[Stored data entries]
"""Tests of DimmingScenario (synthcorona.dimming.scenario): depth, time profile, light curves, detection."""
import math
import warnings

import astropy.constants as const
import astropy.units as u
import numpy as np
import pytest
from dimming_setups import (
    BANDS,
    STAR_DEM,
    SUN_DEM,
    default_star_scenario,
    star_flare_scenario,
    star_scenario,
    sun_scenario,
)

from synthcorona.dem import GaussianDEM, MultiComponentDEM
from synthcorona.dimming import CME, Corona, DimmingLightCurveModel, DimmingScenario, Observation, Star
from synthcorona.errors import InputError
from synthcorona.instruments.designs import load_generic


@pytest.fixture
def sun():
    """Sun-as-a-star at 1 AU with a 1e15 g CME and a flare."""
    return sun_scenario()


@pytest.fixture
def star():
    """The invented K dwarf at 2 pc with a 1e18 g CME, no flare."""
    return default_star_scenario()


@pytest.fixture
def star_flare():
    """The K dwarf with a 1e18 g CME and a 1e33 erg flare."""
    return star_flare_scenario()


# ----------------------------------------------------------------------------- depth
def test_sun_as_a_star_depth(sun):
    # Sun-as-a-star EUV dimmings in Fe IX-XII lines are ~1-5 % (Mason et al. 2014, ApJ 789, 61; Mason et al.
    # 2016, ApJ 830, 20; from memory); we require the broad range 0.1-10 % for a 1e15 g CME.
    d = sun.depth()
    for band in ("sc-fe9", "sc-fe12"):
        assert 1e-3 < float(d.depth.sel(band=band)) < 0.1
        assert 0 < float(d.depth_energy_flux.sel(band=band)) < 0.1
    assert d.attrs["source_density_cm-3"] == 1e9


def test_depth_limits(sun):
    m = np.array([0.0, 1e10, 2e10]) * u.g
    d = sun.depth(mass=m).depth.values                  # (mass, band)
    assert np.all(d[0] == 0)                            # delta -> 0 as M -> 0
    np.testing.assert_allclose(d[2] / d[1], 2.0, rtol=1e-6)  # linear at small M (exact linearity of the model)
    mmax = sun.max_mass
    dmax = sun.depth(mass=mmax).depth.values
    assert np.all(dmax <= 1.0 + 1e-12) and np.all(dmax > 0)
    with pytest.raises(InputError, match="largest removable mass"):
        sun.depth(mass=1.01 * mmax)
    # the largest removable mass: all EM within +-0.15 dex of log T = 6.176 at 1e9 cm-3 (window default);
    # hand check: mass = EM_window mu_H m_H / n_e
    x = sun.logT
    w = SUN_DEM.em_weights(x).value
    em_win = w[np.abs(x - np.log10(1.5e6)) <= 0.15 + 1e-9].sum()
    mu_h = sun.prepared.source.mu_h
    assert mmax.value == pytest.approx(em_win * mu_h * 1.008 * const.u.cgs.value / 1e9, rel=1e-9)


def test_hot_band_does_not_dim():
    # Plasma at 1-2 MK emits nothing at 6-10 keV (exp(-E/kT) with kT ~ 0.13 keV; common knowledge), so a band
    # seeing only > 10 MK plasma does not dim when the CME removes 1.5 MK plasma.
    sxt = load_generic("sc-softx").with_bands(hot=[6.0, 10.0] * u.keV)
    dem = MultiComponentDEM([SUN_DEM, GaussianDEM(7.2, 0.1, 1e48 * u.cm ** -3)])
    with warnings.catch_warnings():
        warnings.simplefilter("ignore")
        s = DimmingScenario(Star(1 * u.AU), Corona(dem, density=1e9 * u.cm ** -3), CME(1e15 * u.g), None,
                            {"cool": "sc-fe9", "hot": (sxt, "hot")}, Observation(6 * u.h, 60 * u.s, 1 * u.h))
    d = s.depth().depth
    assert float(d.sel(band="hot")) < 1e-3 * float(d.sel(band="cool"))
    assert float(d.sel(band="cool")) > 1e-3


def test_band_without_counts_is_named():
    sxt = load_generic("sc-softx").with_bands(hot=[6.0, 10.0] * u.keV)
    with pytest.raises(InputError, match="no counts"):
        DimmingScenario(Star(1 * u.AU), Corona(GaussianDEM(6.0, 0.05, 1e49 * u.cm ** -3), density=1e9 * u.cm ** -3),
                        CME(1e14 * u.g, source_temperature=1e6 * u.K), None, {"hot": (sxt, "hot")},
                        Observation(6 * u.h, 60 * u.s, 1 * u.h))


def test_depth_mass_numbers_in_docs():
    """Numbers of the table in docs/dimming.md: Sun-as-a-star at 1 AU, quiet-Sun-like DEM, n_e = 1e9 cm-3,
    1.5 MK source, no flare. Mason et al. (2016, ApJ 830, 20) report M ~ depth^(1/2) empirically (from memory);
    the model is linear, depth ~ M."""
    with warnings.catch_warnings():
        warnings.simplefilter("ignore")
        s = DimmingScenario(Star(1 * u.AU), Corona(SUN_DEM, density=1e9 * u.cm ** -3),
                            CME(1e14 * u.g, source_temperature=1.5e6 * u.K), None, BANDS,
                            Observation(12 * u.h, 60 * u.s, 2 * u.h))
    d = s.depth(mass=[1e14, 1e15, 1e16] * u.g)
    depth = d.depth.values                                   # (mass, band)
    np.testing.assert_allclose(depth[:, 0], [4.806e-4, 4.806e-3, 4.806e-2], rtol=1e-3)
    np.testing.assert_allclose(depth[:, 1], [1.312e-3, 1.312e-2, 1.312e-1], rtol=1e-3)
    np.testing.assert_allclose(depth[1:] / depth[:-1], 10.0, rtol=1e-12)   # slope 1 in log-log
    np.testing.assert_allclose(d.removed_emission_measure.values, [4.417e46, 4.417e47, 4.417e48], rtol=1e-3)


def test_source_density_outside_the_table_is_said_not_silent():
    # The table holds log n_e 8-12 (docs/table_format.md); a 1e7 cm-3 source keeps its own density in
    # Delta EM = n_e M / (mu_H m_H) but its emissivities come from the 1e8 plane, with a warning.
    with pytest.warns(UserWarning, match=r"source density 1e\+07 cm-3 is outside the emissivity table"):
        s = DimmingScenario(Star(1 * u.AU), Corona(SUN_DEM, density=1e7 * u.cm ** -3),
                            CME(1e14 * u.g, source_temperature=1.5e6 * u.K), None, ["sc-fe9"],
                            Observation(12 * u.h, 60 * u.s, 2 * u.h))
    src = s.prepared.source
    assert src.density == 1e7 and src.emissivity_density == pytest.approx(1e8)


def test_density_from_loop_scaling_law():
    # no density given: Rosner, Tucker & Vaiana (1978) at the 1.5 MK source temperature and 1e10 cm loops,
    # 2.970e8 cm-3 (hand value, see tests/dimming/test_mass_removal.py::test_rtv_density); the depth scales with
    # n_e (Delta EM = n_e M / (mu_H m_H))
    s = DimmingScenario(Star(1 * u.AU), Corona(SUN_DEM), CME(1e15 * u.g), None, "sc-fe9",
                        Observation(6 * u.h, 60 * u.s, 1 * u.h))
    assert s.prepared.source.density == pytest.approx(2.970e8, rel=2e-3)
    assert "Rosner" in s.depth().attrs["source_density_from"]


def test_expansion_in_scenario_and_model():
    # soft X-rays (0.2-1 keV) from 1-2 MK plasma rise steeply with T (common knowledge), so expansion (less EM,
    # cooler) must deepen the dimming there; an EUV band may instead brighten when the plasma cools into its peak.
    bands = ["sc-fe12", ("sc-softx", "soft")]
    kw = dict(source_temperature=2e6 * u.K)
    with warnings.catch_warnings():
        warnings.simplefilter("ignore")
        s = DimmingScenario(Star(2 * u.pc, nh=1e17 * u.cm ** -2), Corona(STAR_DEM, density=1e9 * u.cm ** -3),
                            CME(1e17 * u.g, **kw), None, bands, Observation(10 * u.h, 60 * u.s, 2 * u.h))
        sx = DimmingScenario(s.star, s.corona, CME(1e17 * u.g, expansion_factor=1.5, expanding_fraction=0.3, **kw),
                             None, bands, s.observation)
    d0, dx = s.depth().depth.values, sx.depth().depth.values
    assert dx[1] > d0[1] + 0.01
    # the expansion term is exactly -(K . Delta EM_exp) / (K . EM) per band, added to the mass-loss depth
    kernel, src = sx.prepared.kernels.kernel, sx.prepared.source
    np.testing.assert_allclose(dx - d0, -(kernel @ src.expansion_change) / (kernel @ src.quiescent_weights),
                               rtol=1e-9)
    lc = sx.light_curve()
    np.testing.assert_allclose(DimmingLightCurveModel(sx)(lc.time.values), lc.expected.values, rtol=1e-9)
    assert sx.max_mass.value == pytest.approx(0.7 * s.max_mass.value, rel=1e-9)


# ----------------------------------------------------------------------------- time profile
def test_default_recovery_time_matches_observed_dimmings(sun):
    # Solar EUV dimmings last hours to about a day: ~3-12 h (Reinard & Biesecker 2008, ApJ 674, 576; Mason et al.
    # 2016, ApJ 830, 20 -- from memory). Default: refilling at 0.05 c_s along 1e10 cm loops at 1.5 MK (hand
    # value 9828 s, tests/dimming/test_profile.py).
    tau_h = sun.recovery_time / 3600
    assert 1.0 < tau_h < 24.0
    # onset = source size / speed = 1e10 cm / 5e7 cm/s = 200 s
    assert sun.onset == pytest.approx(200.0, rel=1e-12)


# ----------------------------------------------------------------------------- light curves, flare
def test_light_curve_components(sun):
    lc = sun.light_curve(n_realisations=2, seed=3)
    assert lc.expected.dims == ("band", "time") and lc.sizes["time"] == 720
    np.testing.assert_allclose(lc.expected.values,
                               lc.quiescent.values + lc.flare_excess.values - lc.dimming_decrement.values, rtol=1e-14)
    assert np.all(lc.dimming_decrement.values[:, :120] == 0)     # nothing before the onset at 2 h
    assert lc.counts.shape == (2, 2, 720)
    assert "flare_termination" in lc.attrs
    if "stopped" in lc.attrs["flare_termination"]:
        assert "zero" in lc.attrs["flare_termination"]
        assert np.all(lc.flare_excess.values[:, -10:] == 0)


def test_flare_fills_in_cool_band_dimming(star, star_flare):
    # A flare's hot loops cool through 1-2 MK and partly fill in the cool-band dimming during the gradual phase
    # (common knowledge; e.g. Harra et al. 2016, Sol. Phys. 291, 1761, from memory).
    sel = slice(122, 150)                      # 2 min - 30 min after the onset at bin 120
    lc0 = star.light_curve()
    lc1 = star_flare.light_curve()
    dip0 = (lc0.quiescent - lc0.expected).sel(band="sc-fe9").values[sel].mean()
    dip1 = (lc1.quiescent - lc1.expected).sel(band="sc-fe9").values[sel].mean()
    assert dip0 > 0
    assert dip1 < dip0


# ----------------------------------------------------------------------------- detection
def test_detection_probability_increases_with_mass():
    ps = []
    for m in (1e17, 4e17, 1.5e18):
        s = star_scenario(mass=m * u.g)
        ps.append(s.detection_probability(2000, seed=5, band="sc-fe12").probability.values[0])
    assert ps[0] <= ps[1] <= ps[2]
    assert ps[2] > ps[0] + 0.2


def test_minimum_detectable_mass(star):
    res = star.minimum_detectable_mass(0.5, bracket=(1e16 * u.g, 1e19 * u.g), band="sc-fe12",
                                       n_realisations=2000, seed=1)
    m = float(res.mass)
    assert 1e16 < m < 1e19
    # P(detect) at the returned mass, with independent random numbers, is 0.5 within Monte Carlo error
    s = star_scenario(mass=m * u.g)
    p = float(s.detection_probability(4000, seed=99, band="sc-fe12").probability.values[0])
    assert abs(p - 0.5) < 4 * math.sqrt(0.25 / 2000) + 4 * math.sqrt(0.25 / 4000)


def test_detection_windows_and_band_index(sun):
    # pre-event window [0, t0) = [0, 2 h); post-event window from t0 + onset (7200 + 200 s) for one recovery time
    (a, b), (c, d) = sun.detection_windows()
    assert (a.to_value(u.s), b.to_value(u.s)) == (0.0, 7200.0)
    assert c.to_value(u.s) == pytest.approx(7400.0, rel=1e-12)
    assert d.to_value(u.s) == pytest.approx(7400.0 + sun.recovery_time, rel=1e-12)
    assert sun.band_index("sc-fe12") == 1 and sun.band_index(None) is None
    with pytest.raises(InputError, match=r"band='nope' is not one of \['sc-fe9', 'sc-fe12'\]"):
        sun.band_index("nope")


# ----------------------------------------------------------------------------- bad inputs
@pytest.mark.parametrize("make,error,match", [
    (lambda: CME(-1 * u.g), InputError, "mass"),
    (lambda: CME(1e15 * u.g, escape_fraction=1.5), InputError, "escape_fraction"),
    (lambda: Corona(SUN_DEM, density=1e20 * u.cm ** -3), InputError, r"density.*\[1e\+06, 1e\+13\]"),
    (lambda: Observation(30 * u.s, 60 * u.s, 10 * u.s), InputError, "exposure.*shorter than a bin"),
    (lambda: CME(1e15), u.UnitsError, None),
])
def test_bad_inputs_are_named(make, error, match):
    with pytest.raises(error, match=match):
        make()


def test_confined_eruption_has_no_dimming():
    s = DimmingScenario(Star(1 * u.AU), Corona(SUN_DEM, density=1e9 * u.cm ** -3),
                        CME(1e15 * u.g, escape_fraction=0.0), None, "sc-fe9",
                        Observation(6 * u.h, 60 * u.s, 1 * u.h))
    assert float(s.depth().depth.values[0]) == 0.0
    with pytest.raises(InputError, match="confined"):
        s.minimum_detectable_mass()


def test_scenario_refuses_impossible_masses(star):
    with pytest.raises(InputError, match="largest removable mass"):
        star_scenario(mass=2 * star.max_mass)
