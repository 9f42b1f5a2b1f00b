"""Tests of the mass -> emission-measure conversion and the removed EM (synthcorona.dimming.mass_removal)."""
import math

import astropy.constants as const
import astropy.units as u
import numpy as np
import pytest
from dimming_setups import SUN_DEM

from synthcorona.abundances import mean_mass_per_hydrogen
from synthcorona.dimming import expansion_emission_measure_change, mass_to_emission_measure, rtv_density
from synthcorona.errors import InputError


def test_mu_h_photospheric():
    # Asplund, Amarsi & Grevesse 2021 (A&A 653, A141): hydrogen mass fraction X = 0.7438, so mu_H = 1/X = 1.344;
    # "about 1.4" is the common-practice value with older, He-richer compilations (common practice, no source).
    assert mean_mass_per_hydrogen("photospheric") == pytest.approx(1.344, abs=0.01)
    assert 1.3 < mean_mass_per_hydrogen("photospheric") < 1.45


def test_mass_to_emission_measure_hand_value():
    # Delta EM = n_e M / (mu_H m_H) = 1e9 * 1e15 / (1.3445 * 1.6737e-24) = 4.444e47 cm-3 (hand calculation
    # from the formula; m_H = 1.008 u, mu_H from the test above).
    em = mass_to_emission_measure(1e15 * u.g, 1e9 * u.cm ** -3, "photospheric")
    assert em.unit == u.cm ** -3
    assert em.value == pytest.approx(4.444e47, rel=2e-3)
    assert mass_to_emission_measure(1e15 * u.g, 1e9 * u.cm ** -3, "photospheric", escape_fraction=0).value == 0
    with pytest.raises(InputError, match="escape_fraction"):
        mass_to_emission_measure(1e15 * u.g, 1e9 * u.cm ** -3, escape_fraction=-0.1)


def test_rtv_density():
    # Rosner, Tucker & Vaiana 1978 (ApJ 220, 643): T = 1400 (pL)^(1/3). For T = 1.5 MK, L = 1e10 cm:
    # p = (1.5e6/1400)^3 / 1e10 = 0.1230 dyn cm-2, n = p / (2 k T) = 2.970e8 cm-3 (hand calculation).
    n = rtv_density(1.5e6 * u.K, 1e10 * u.cm)
    assert n.value == pytest.approx(2.970e8, rel=2e-3)
    p = 2 * n.value * const.k_B.cgs.value * 1.5e6
    assert 1400 * (p * 1e10) ** (1 / 3) == pytest.approx(1.5e6, rel=1e-12)


def test_expansion_dimming_em_change():
    # Adiabatic expansion by volume factor s (Aschwanden 2009, Ann. Geophys. 27, 3275, from memory): EM ~ N^2/V
    # falls by 1/s, T V^(gamma-1) = const cools by (2/3) log10 s dex (textbook adiabatic law, gamma = 5/3).
    x = np.round(np.linspace(4.5, 8.5, 81), 10)
    q = SUN_DEM.em_weights(x).value
    src = 1.5e6 * u.K
    win = np.abs(x - np.log10(1.5e6)) <= 0.15 + 1e-9
    em_win = q[win].sum()
    assert np.all(expansion_emission_measure_change(x, q, src, 1.0) == 0)
    s, phi = 2.0, 0.5
    d = expansion_emission_measure_change(x, q, src, s, fraction=phi)
    assert d.sum() == pytest.approx(-phi * em_win * (1 - 1 / s), rel=1e-12)
    added = d + np.where(win, phi * q, 0.0)                    # what was put back, at cooler nodes
    mean_before = np.sum(x[win] * q[win]) / em_win
    mean_after = np.sum(x * added) / added.sum()
    assert mean_after - mean_before == pytest.approx(-(2.0 / 3.0) * math.log10(s), abs=1e-9)
    with pytest.raises(InputError, match="volume_factor"):
        expansion_emission_measure_change(x, q, src, 0.5)
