def detection_probability(expected_with_event, expected_without_event, bin_width, false_alarm=0.01,
                          n_realisations=10_000, statistic="window", windows=None, seed=None, *,
                          onset="scan", recovery_factors=DEFAULT_RECOVERY_FACTORS, scan_step=None,
                          background=None, red_noise=None, start_time=0 * u.s, fit_scale=True, case=None,
                          chunk_size=None, memory_budget=MEMORY_BUDGET) -> xr.Dataset:
    """Probability of detecting a dimming, by injection and recovery in simulated light curves.

    ``n_realisations`` realisations of the light curve *with* the event give the fraction
    detected. The threshold is exact for the window test with ``onset="known"`` and Poisson
    noise only (detect when the p-value is <= ``false_alarm``); otherwise ``n_realisations``
    realisations *without* the event (independent random numbers) calibrate it
    (:func:`~synthcorona.dimming.thresholds.threshold_from_null`; detect when the statistic is
    > threshold). Vectorised over realisations and processed in chunks within
    ``memory_budget``. Same seed => same numbers for any ``chunk_size``; cases share the random
    numbers (common random numbers), so with the default inversion sampler and a known onset the
    probability is monotone in the dimming depth across cases.

    Parameters
    ----------
    expected_with_event, expected_without_event : Quantity [ct/s]
        Expected source count rate per bin, shape (n_bins,) or (n_cases, n_bins) (e.g. a grid
        of CME masses). ``expected_without_event`` may be (n_bins,) and shared by all cases
        (one calibration for the window statistic).
    bin_width : Quantity [time]
        Scalar or per-bin (> 0).
    false_alarm : float in (0, 1)
        False-alarm probability of the detection threshold, per observation (whole scan);
        ``false_alarm * n_realisations >= 10``.
    n_realisations : int
        Realisations for the calibration and for the injection, each
        (:func:`synthcorona.dimming.sizes.realisations_for_precision` gives the number for a precision).
    statistic : {"window", "likelihood"}
        "window": significance (sigma) of the exact conditional test between the pre- and
        post-event windows, with the expected post-window share of the event-free light curve
        (:func:`~synthcorona.dimming.statistics.window_sigma`). "likelihood": TS of
        :func:`~synthcorona.dimming.statistics.likelihood_ratio` with baseline =
        without-event counts (+ background) and dimming template = without - with (so the
        injected depth is delta = 1).
    windows : ((pre_start, pre_stop), (post_start, post_stop)) of time Quantities
        Required for "window": the windows of the true onset (``pre_stop``). Times on the light
        curve's clock (first bin's left edge at ``start_time``); a bin belongs to a window when its
        centre lies in [start, stop).
    seed : None, int, SeedSequence or numpy Generator
    onset : {"scan", "known"}
        "scan" (default): the statistic is maximised over trial onsets and duration factors
        (:mod:`synthcorona.dimming.scan`) and calibrated with the same scan, so ``false_alarm``
        applies per observation. "known": only the true onset is tested (a triggered observation).
    recovery_factors : sequence of float
        Scan: duration factors tried (the event's rise and recovery stretched by each; default
        (0.5, 1, 2)).
    scan_step : Quantity [time], optional
        Scan: step of the trial onsets (default 1/8 of the event's duration, whole bins).
    background : Quantity [ct/s], scalar or (n_bins,), optional
        Background rate in every realisation (also in the likelihood baseline).
    red_noise : RedNoise or (amplitude, timescale), optional
        Multiplicative damped-random-walk variability of the source (Kelly et al. 2009).
    start_time : Quantity [time]
        Time of the left edge of the first bin (default 0 s).
    fit_scale : bool
        Likelihood statistic: fit the baseline normalisation (default) or fix it.
    case : array_like, optional
        Coordinate values of the case axis (e.g. the CME masses); Quantity allowed.
    chunk_size, memory_budget : optional
        Realisations per chunk (rounded up to whole blocks) or the memory budget (bytes)
        from which the default chunk size follows.

    Returns
    -------
    xarray.Dataset
        ``probability`` (P(detect)); ``probability_error``, the quadrature sum of
        ``probability_error_binomial`` (sqrt(P(1-P)/n)) and ``probability_error_calibration``
        (the threshold's calibration scatter, exact bootstrap; 0 for an exact threshold);
        ``probability_lower``/``probability_upper`` (68 % Wilson 1927 score interval, widened in
        quadrature by the calibration part); ``threshold`` and ``threshold_error`` (statistic
        units; for an exact threshold the significance of p = ``false_alarm``);
        ``false_alarm_achieved`` (calibration: fraction of the event-free simulations above the
        threshold; exact: the test's exact size) and ``false_alarm_error``; for the window
        statistic also ``snr_expected`` (:func:`~synthcorona.dimming.statistics.step_snr` of the
        with-event windows of the true onset). Dimension ``case`` when several cases are given.
        Attributes record the settings, seed, onset mode and threshold method.
    """
    r_with = _rates_2d("expected_with_event", expected_with_event)
    n_bins = r_with.shape[-1]
    r_without = _rates_2d("expected_without_event", expected_without_event, n_bins)
    multi = r_with.ndim == 2 or r_without.ndim == 2
    rw = np.atleast_2d(r_with)
    ro = np.atleast_2d(r_without)
    if rw.shape[0] != ro.shape[0] and 1 not in (rw.shape[0], ro.shape[0]):
        raise InputError(f"expected_with_event has {rw.shape[0]} cases but expected_without_event has {ro.shape[0]}")
    n_cases = max(rw.shape[0], ro.shape[0])
    setup = DetectionSetup(n_bins, bin_width, false_alarm, n_realisations, statistic, windows, seed, background,
                           red_noise, start_time, fit_scale, chunk_size, memory_budget, onset, recovery_factors,
                           scan_step)
    res = _run_cases(setup, rw * setup.widths, ro * setup.widths, n_cases)
    return _dataset(setup, res, multi, case, n_cases)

• **Your task**
An exact, complete copy of the lines above from the one with "kernel, src = sx.prepared.kernels.kernel, sx.prepared.source" through the one with "lc = sx.light_curve()" is the whole answer.

• **Task result**
    kernel, src = sx.prepared.kernels.kernel, sx.prepared.source
    np.testing.assert_allclose(dx - d0, -(kernel @ src.expansion_change) / (kernel @ src.quiescent_weights),
                               rtol=1e-9)
    lc = sx.light_curve()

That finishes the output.